Menghargai Sumber Daya Masyarakat

K. Tatik Wardayati

Editor

Menghargai Sumber Daya Masyarakat
Menghargai Sumber Daya Masyarakat

Intisari-Online.com – Jerman adalah negara yang sangat maju. Di sebuah negara yang seperti itu, banyak orang akan berpikir bahwa mereka menjalani hidup yang mewah.

Ketika kami tiba di Hamburg, rekan-rekan kami berjalan ke sebuah restoran. Kami melihat banyak meja yang kosong. Ada sebuah meja, di mana pasangan muda sedang makan. Ada dua piring dan dua kaleng soda di atas meja. Saya bertanya-tanya apakah makanan itu cukup membuat romantis, dan apakah gadis itu akan meninggalkan pria pelit itu ya..
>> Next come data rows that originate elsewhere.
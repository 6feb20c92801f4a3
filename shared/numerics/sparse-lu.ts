import { DenseLu } from './dense-lu.ts';
import type { LinearSolver } from './solver.ts';
import type { SparsePattern } from './sparse-pattern.ts';
import { analyse, type SymbolicLu } from './symbolic-lu.ts';

/** Largest residual of a row, relative to the sum of its terms, with which the sparse factors are still used. */
const RESIDUAL_LIMIT = 1e-6;

/** Residuals below this are the rounding of numbers that have all but vanished. */
const VANISHING = 1e-250;

/** Sparse LU of shift·I − J with a fixed pattern and diagonal pivots; when a pivot is unusable or the residual of a checked
 *  solution is too large, the same matrix is factored densely with pivoting. */
export class SparseLu implements LinearSolver {
  readonly slots: number;
  readonly nonzeros: number;
  fallbacks = 0;
  private readonly pattern: SparsePattern;
  private readonly symbolic: SymbolicLu;
  private readonly lu: Float64Array;
  private readonly inverse: Float64Array;
  private readonly x: Float64Array;
  private readonly kept: Float64Array;
  private readonly residual: Float64Array;
  private readonly terms: Float64Array;
  private values: Float64Array;
  private shift = 0;
  private dense: DenseLu | null = null;
  private useDense = false;

  constructor(pattern: SparsePattern, symbolic: SymbolicLu = analyse(pattern)) {
    const { size } = pattern;
    this.pattern = pattern;
    this.symbolic = symbolic;
    this.slots = pattern.rows.length;
    this.nonzeros = symbolic.nonzeros;
    this.lu = new Float64Array(symbolic.nonzeros);
    this.inverse = new Float64Array(size);
    this.x = new Float64Array(size);
    this.kept = new Float64Array(size);
    this.residual = new Float64Array(size);
    this.terms = new Float64Array(size);
    this.values = new Float64Array(this.slots);
  }

  factor(values: Float64Array, shift: number): boolean {
    this.values = values;
    this.shift = shift;
    this.useDense = false;
    const { size, load, pivot, eliminate, lower, updateStart, update } = this.symbolic;
    const { lu, inverse, slots } = this;
    lu.fill(0);
    for (let s = 0; s < slots; s++) lu[load[s]!] = -values[s]!;
    for (let k = 0; k < size; k++) lu[pivot[k]!]! += shift;
    for (let k = 0; k < size; k++) {
      const p = lu[pivot[k]!]!;
      if (!(Math.abs(p) > 0) || Math.abs(p) === Number.POSITIVE_INFINITY) return this.fallBack();
      const invertedPivot = 1 / p;
      inverse[k] = invertedPivot;
      for (let e = eliminate[k]!; e < eliminate[k + 1]!; e++) {
        const place = lower[e]!;
        const f = lu[place]! * invertedPivot;
        lu[place] = f;
        const last = 2 * updateStart[e + 1]!;
        for (let q = 2 * updateStart[e]!; q < last; q += 2) lu[update[q]!]! -= f * lu[update[q + 1]!]!;
      }
    }
    return true;
  }

  private fallBack(): boolean {
    this.dense ??= new DenseLu(this.pattern.size);
    this.fallbacks++;
    this.useDense = true;
    return this.dense.factor(this.pattern.rows, this.pattern.columns, this.values, this.slots, this.shift);
  }

  solve(b: Float64Array): void {
    if (this.useDense) {
      this.dense!.solve(b);
      return;
    }
    const { size, order, lowerStart, lowerPlace, lowerStep, upperStart, upperPlace, upperStep } = this.symbolic;
    const { lu, inverse, x } = this;
    for (let k = 0; k < size; k++) {
      let sum = b[order[k]!]!;
      for (let q = lowerStart[k]!; q < lowerStart[k + 1]!; q++) sum -= lu[lowerPlace[q]!]! * x[lowerStep[q]!]!;
      x[k] = sum;
    }
    for (let k = size - 1; k >= 0; k--) {
      let sum = x[k]!;
      for (let q = upperStart[k]!; q < upperStart[k + 1]!; q++) sum -= lu[upperPlace[q]!]! * x[upperStep[q]!]!;
      x[k] = sum * inverse[k]!;
    }
    for (let k = 0; k < size; k++) b[order[k]!] = x[k]!;
  }

  solveChecked(b: Float64Array): boolean {
    const { kept } = this;
    const { size } = this.pattern;
    for (let i = 0; i < size; i++) kept[i] = b[i]!;
    this.solve(b);
    if (this.fits(b)) return true;
    if (this.useDense || !this.fallBack()) return false;
    for (let i = 0; i < size; i++) b[i] = kept[i]!;
    this.solve(b);
    return this.fits(b);
  }

  /** Residual of every row within the limit (false for anything not finite). */
  private fits(x: Float64Array): boolean {
    const { kept, residual, terms, values, slots, shift } = this;
    const { size, rows, columns } = this.pattern;
    for (let i = 0; i < size; i++) {
      const term = shift * x[i]!;
      residual[i] = kept[i]! - term;
      terms[i] = Math.abs(kept[i]!) + Math.abs(term);
    }
    for (let s = 0; s < slots; s++) {
      const term = values[s]! * x[columns[s]!]!;
      residual[rows[s]!]! += term;
      terms[rows[s]!]! += Math.abs(term);
    }
    for (let i = 0; i < size; i++) {
      if (!(Math.abs(residual[i]!) <= RESIDUAL_LIMIT * terms[i]! + VANISHING)) return false;
    }
    return true;
  }
}
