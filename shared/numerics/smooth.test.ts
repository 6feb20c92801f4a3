import { describe, expect, it } from 'vitest';
import * as smooth from './smooth.ts';

/** Central difference. */
function slope(f: (x: number) => number, x: number, h: number): number {
  return (f(x + h) - f(x - h)) / (2 * h);
}

describe('smooth laws', () => {
  const places = [-3, -0.7, -0.01, 0.02, 0.5, 0.99, 4];

  it('have slopes that agree with differences', () => {
    for (const x of places) {
      expect(smooth.smoothSignSlope(x)).toBeCloseTo(slope(smooth.smoothSign, x, 1e-5), 8);
      expect(smooth.smoothStepSlope(x)).toBeCloseTo(slope(smooth.smoothStep, x, 1e-5), 8);
      expect(smooth.smoothMaxSlope(x, 0.3, 0.05)).toBeCloseTo(
        slope((a) => smooth.smoothMax(a, 0.3, 0.05), x, 1e-5),
        7,
      );
      expect(smooth.smoothMinSlope(x, 0.3, 0.05)).toBeCloseTo(
        slope((a) => smooth.smoothMin(a, 0.3, 0.05), x, 1e-5),
        7,
      );
      const d = x * 1e5;
      expect(smooth.orificeSlope(d, 2e4) / slope((p) => smooth.orifice(1, p, 2e4), d, 1)).toBeCloseTo(1, 7);
      expect(smooth.lineFlowSlope(4e8, 2e12, d) / slope((p) => smooth.lineFlow(4e8, 2e12, p), d, 1)).toBeCloseTo(1, 7);
    }
  });

  it('line flow inverts the loss law', () => {
    for (const q of [-1e-3, -1e-6, 0, 2e-5, 4e-4]) {
      const d = 4e8 * q + 2e12 * q * Math.abs(q);
      expect(smooth.lineFlow(4e8, 2e12, d)).toBeCloseTo(q, 14);
    }
    expect(smooth.lineFlow(0, 2e12, 0)).toBe(0);
  });

  it('orifice is odd, finite at zero and goes with the root far from it', () => {
    expect(smooth.orifice(5e-7, 0, 2e4)).toBe(0);
    expect(smooth.orifice(5e-7, -1e6, 2e4)).toBe(-smooth.orifice(5e-7, 1e6, 2e4));
    expect(smooth.orifice(5e-7, 1e7, 2e4) / (5e-7 * Math.sqrt(1e7))).toBeCloseTo(1, 5);
  });

  it('step and clamps reach their ends', () => {
    expect(smooth.smoothStep(-1)).toBe(0);
    expect(smooth.smoothStep(0.5)).toBe(0.5);
    expect(smooth.smoothStep(2)).toBe(1);
    expect(smooth.smoothMax(5, 0, 1e-3)).toBeCloseTo(5, 6);
    expect(smooth.smoothMin(5, 0, 1e-3)).toBeCloseTo(0, 6);
  });
});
Di meja lain, ada seorang wanita tua. Ketika hidangan disajikan, pelayan akan mengantarkan makanan untuk mereka, dan mereka akan menghabiskan setiap bagian dari makanan di piring mereka.

Karena kami lapar, rekan kami memesan banyak makanan untuk kami. Ketika kami pergi, masih ada sekitar sepertiga makanan yang dikonsumsi di atas meja kami.

Ketika kami meninggalkan resoran, seorang wanita tua berbicara kepada kami dalam bahasa Inggris. Ami mengerti maksudnya, bahwa mereka tidak menyukai tindakan kami karena membuang-buang begitu banyak makanan.

“Kami membayar untuk makanan kami, tidak ada urusanmu berapa banyak makanan yang kami tinggalkan,” jawab seorang rekan saya kepada wanita tua itu. Wanita tua itu marah. Salah satu dari mereka segera mengambil ponselnya dan menelepon seseorang.

Tak berapa lama, seorang pria beseragam dari sebuah organisasi tiba. Setelah mengetahui apa yang diperdebatkan, ia mengenakan kami denda sekitar 50 Euro. Kami semua diam.

Petugas itu mengatakan kepada kami dengan suara keras, “Pesanan yang Anda konsumsi, memang dengan uang Anda, tapi menggunakan sumber daya milik masyarakat. Ada banyak orang lain di dunia yang menghadapi kekurangan sumber daya. Tidak ada alasan untuk membuang-buang sumber daya.”

Pola pikir orang dari negara yang kaya ini membuat kami semua merasa malu. Kami benar-benar perlu merefleksikan apa yang dikatakan oleh petugas tadi. Untuk menyelamatkan muka, kami memesan dalam jumlah besar dan selalu menghabiskan makanan yang kami beli.

Kini kami harus mengubah kebiasaan buruk kami. Memang benar, uang miliki kami tapi sumber daya milik masyarakat.